**YOUR GOAL**
Your answer should be an exact copy of the listing.
###
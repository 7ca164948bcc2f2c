import type { FieldMetadata } from '@conform-to/react'
import { getInputProps, getSelectProps } from '@conform-to/react'
import type { InputHTMLAttributes, ReactNode } from 'react'

/** What every field of a form shows: its label, a hint, and under it what does not fit. */
interface Labelled {
  field: FieldMetadata<unknown>
  label: string
  hint?: string
  /** The form shows this field's errors in a place of their own. */
  ownErrors?: boolean
}

function Frame({ field, label, hint, ownErrors, children }: Labelled & { children: ReactNode }) {
  return (
    <div>
      <label className="field" htmlFor={field.id}>
        {label}
      </label>
      {children}
      {hint && (
        <span id={field.descriptionId} className="field-hint">
          {hint}
        </span>
      )}
      {!ownErrors && <FieldErrors id={field.errorId} errors={field.errors} />}
    </div>
  )
}

/** What does not fit in a field, one line each; nothing where all fits. */
export function FieldErrors({ id, errors }: { id: string; errors: string[] | undefined }) {
  if (!errors?.length) return null
  return (
    <span id={id} className="field-error">
      {errors.join(' ')}
    </span>
  )
}

type Typed = Pick<InputHTMLAttributes<HTMLInputElement>, 'autoComplete' | 'inputMode' | 'list' | 'placeholder'>

/** One line of text, or a figure typed as text so that what was typed comes back as it was. */
export function TextField({
  field,
  label,
  hint,
  type = 'text',
  className = '',
  ownErrors,
  ...rest
}: Labelled & Typed & { type?: 'text' | 'email' | 'password'; className?: string }) {
  const { key, ...input } = getInputProps(field, { type, ariaDescribedBy: hint ? field.descriptionId : undefined })
  return (
    <Frame field={field} label={label} hint={hint} ownErrors={ownErrors}>
      <input key={key} {...input} className={`input ${className}`} {...rest} />
    </Frame>
  )
}

/** One of a list. */
export function SelectField({ field, label, hint, children }: Labelled & { children: ReactNode }) {
  const { key, ...select } = getSelectProps(field, { ariaDescribedBy: hint ? field.descriptionId : undefined })
  return (
    <Frame field={field} label={label} hint={hint}>
      <select key={key} {...select} className="input">
        {children}
      </select>
    </Frame>
  )
}

const FILE =
  'input p-0 file:mr-3 file:min-h-[34px] file:cursor-pointer file:border-0 file:border-r file:border-solid file:border-ink ' +
  'file:bg-transparent file:px-3.5 file:font-semibold max-[799px]:file:min-h-[46px]'

/** A file to choose. */
export function FileField({ field, label, hint, accept }: Labelled & { accept: string }) {
  const { key, ...input } = getInputProps(field, {
    type: 'file',
    value: false,
    ariaDescribedBy: hint ? field.descriptionId : undefined,
  })
  return (
    <Frame field={field} label={label} hint={hint}>
      <input key={key} {...input} accept={accept} className={FILE} />
    </Frame>
  )
}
###
**TASK SOLUTION**
repository 7ca164948bcc2f2c
import type { FieldMetadata } from '@conform-to/react'
import { getInputProps, getSelectProps } from '@conform-to/react'
import type { InputHTMLAttributes, ReactNode } from 'react'

/** What every field of a form shows: its label, a hint, and under it what does not fit. */
interface Labelled {
  field: FieldMetadata<unknown>
  label: string
  hint?: string
  /** The form shows this field's errors in a place of their own. */
  ownErrors?: boolean
}

function Frame({ field, label, hint, ownErrors, children }: Labelled & { children: ReactNode }) {
  return (
    <div>
      <label className="field" htmlFor={field.id}>
        {label}
      </label>
      {children}
      {hint && (
        <span id={field.descriptionId} className="field-hint">
          {hint}
        </span>
      )}
      {!ownErrors && <FieldErrors id={field.errorId} errors={field.errors} />}
    </div>
  )
}

/** What does not fit in a field, one line each; nothing where all fits. */
export function FieldErrors({ id, errors }: { id: string; errors: string[] | undefined }) {
  if (!errors?.length) return null
  return (
    <span id={id} className="field-error">
      {errors.join(' ')}
    </span>
  )
}

type Typed = Pick<InputHTMLAttributes<HTMLInputElement>, 'autoComplete' | 'inputMode' | 'list' | 'placeholder'>

/** One line of text, or a figure typed as text so that what was typed comes back as it was. */
export function TextField({
  field,
  label,
  hint,
  type = 'text',
  className = '',
  ownErrors,
  ...rest
}: Labelled & Typed & { type?: 'text' | 'email' | 'password'; className?: string }) {
  const { key, ...input } = getInputProps(field, { type, ariaDescribedBy: hint ? field.descriptionId : undefined })
  return (
    <Frame field={field} label={label} hint={hint} ownErrors={ownErrors}>
      <input key={key} {...input} className={`input ${className}`} {...rest} />
    </Frame>
  )
}

/** One of a list. */
export function SelectField({ field, label, hint, children }: Labelled & { children: ReactNode }) {
  const { key, ...select } = getSelectProps(field, { ariaDescribedBy: hint ? field.descriptionId : undefined })
  return (
    <Frame field={field} label={label} hint={hint}>
      <select key={key} {...select} className="input">
        {children}
      </select>
    </Frame>
  )
}

const FILE =
  'input p-0 file:mr-3 file:min-h-[34px] file:cursor-pointer file:border-0 file:border-r file:border-solid file:border-ink ' +
  'file:bg-transparent file:px-3.5 file:font-semibold max-[799px]:file:min-h-[46px]'

/** A file to choose. */
export function FileField({ field, label, hint, accept }: Labelled & { accept: string }) {
  const { key, ...input } = getInputProps(field, {
    type: 'file',
    value: false,
    ariaDescribedBy: hint ? field.descriptionId : undefined,
  })
  return (
    <Frame field={field} label={label} hint={hint}>
      <input key={key} {...input} accept={accept} className={FILE} />
    </Frame>
  )
}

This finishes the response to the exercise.